Details on the exploratory evaluation, key findings, and identified limitations that guide future research.
Evaluated on Hotel Reservation and Social Network from DeathStarBench, demonstrating applicability to realistic systems.
Case Study: Hotel Reservation System
Agents successfully generated and executed the full test suite, navigating the codebase and building realistic scenarios, including edge cases. Median response times of 7-8 ms and zero failures were reported, meeting targets. Challenges included initial failures in Dockerfile composition when original artifacts were missing, highlighting the need for robust environment synthesis strategies.
- ✓ Autonomous test generation and execution.
- ✓ Accurate codebase navigation and feature extraction.
- ✓ Successful handling of edge cases in scenarios.
- ✓ Median response times: 7-8 ms, 90th percentile < 12 ms.
- ✓ Zero failures, 1.5 requests/second throughput.
Case Study: Social Network System
The framework reconstructed system goals and JWT-based authentication from thrift definitions despite deliberate documentation removal. Login flows and media uploads were encoded into Locust scripts. Median response time was 1.1s, 90th percentile 1.8s, within the 5s SLA. Environment configuration remained problematic (omitted Nginx proxy) and some documentation-only functionality was missed, reinforcing the need for multi-source context.

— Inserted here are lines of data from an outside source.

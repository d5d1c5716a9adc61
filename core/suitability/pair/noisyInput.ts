import { type CrossSpectra, effectiveAverages } from '../../spectra/crossSpectra';
import { multipleCoherence, significance, unexplained } from './coherence';
import { levelEvidence } from './noiseByLevel';
import { sensorEvidence } from './noiseBySensors';

/** What the recordings say of noise on an input, which makes the taps of a model too small. */
export interface InputNoise {
  input: number;
  /** How: takes of different level, a second sensor, or coherence alone, which names the most that it can be. */
  by: 'levels' | 'sensors' | 'coherence';
  /** Share of the input's power that is noise; the taps are too small by it. */
  share: number;
}

/** Taps that are too small by less than this do not matter beside a model's other errors (5 %: 0.45 dB). */
const matters = 0.05;

/** A coherence below this where both signals are strong raises the question: a tenth of the taps hangs on the answer. */
const doubtful = 0.9;

/** With an attainable reduction above that of this coherence (dB) it has other reasons than noise. */
const doubtfulDb = 10;

/** Within 10 dB of its peak a signal counts as strong. */
const nearPeak = 0.1;

/**
 * For `identify`. Least squares takes the input for exact: noise of power N on an input of power S shrinks the taps by
 * `S/(S+N)` (attenuation; Bendat & Piersol, *Random Data*, ch. 6, from memory), and held-out data of the same kind
 * cannot show it. Takes of different level or a second sensor of the same quantity can; coherence alone cannot tell
 * noise on the input from noise on the output.
 * @param takes spectra by equal segments
 * @param together of all takes
 * @param attainableDb of all takes; null where it is withheld, so that a low coherence can have other reasons
 */
export function noisyInputs(
  takes: readonly CrossSpectra[],
  together: CrossSpectra,
  attainableDb: number | null,
): InputNoise[] {
  const inputs = together.signals - 1;
  if (inputs > 1) {
    return sensorEvidence(together)
      .filter(({ share }) => share > matters)
      .map((evidence) => ({ ...evidence, by: 'sensors' }));
  }
  const byLevel = levelEvidence(takes);
  if (byLevel !== null) return byLevel > matters ? [{ input: 0, by: 'levels', share: byLevel }] : [];
  if (attainableDb === null || attainableDb >= doubtfulDb) return [];
  const coherence = strongCoherence(together);
  if (coherence === null || coherence >= doubtful) return [];
  return [{ input: 0, by: 'coherence', share: 1 - coherence }];
}

/**
 * Coherence where both signals are strong, weighted by the power of the desired one and freed of the bias of few
 * averages; null where nothing there is significant. For one input.
 */
function strongCoherence(spectra: CrossSpectra): number | null {
  const averages = effectiveAverages(spectra);
  const [input, desired] = [0, 1].map((s) => spectra.between[s][s].re);
  const [strongInput, strongDesired] = [input, desired].map((power) => nearPeak * peakOf(power));
  const { values } = multipleCoherence(spectra);
  const point = significance(1, averages);
  let left = 0;
  let weight = 0;
  let significant = 0;
  for (let f = 1; f < input.length; f++) {
    if (input[f] < strongInput || desired[f] < strongDesired) continue;
    weight += desired[f];
    left += desired[f] * Math.min(1, unexplained(values[f], 1, averages));
    if (values[f] > point) significant += desired[f];
  }
  return significant > 0.5 * weight ? 1 - left / weight : null;
}

/** Of the bins above 0 Hz. */
function peakOf(power: Float64Array): number {
  return power.reduce((most, value, f) => (f === 0 ? most : Math.max(most, value)), 0);
}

- ✓ Reconstructed goals from code despite missing docs.
- ✓ Encoded complex flows (login, media upload) in scripts.
- ✓ Median response time: 1.1s, 90th percentile 1.8s.
- ✓ Within 5s SLA for interactive posting.
- ✓ Challenges: Nginx proxy omission, missed docs-only features.
Key Limitations Identified
The exploratory study revealed several limitations, guiding future research directions.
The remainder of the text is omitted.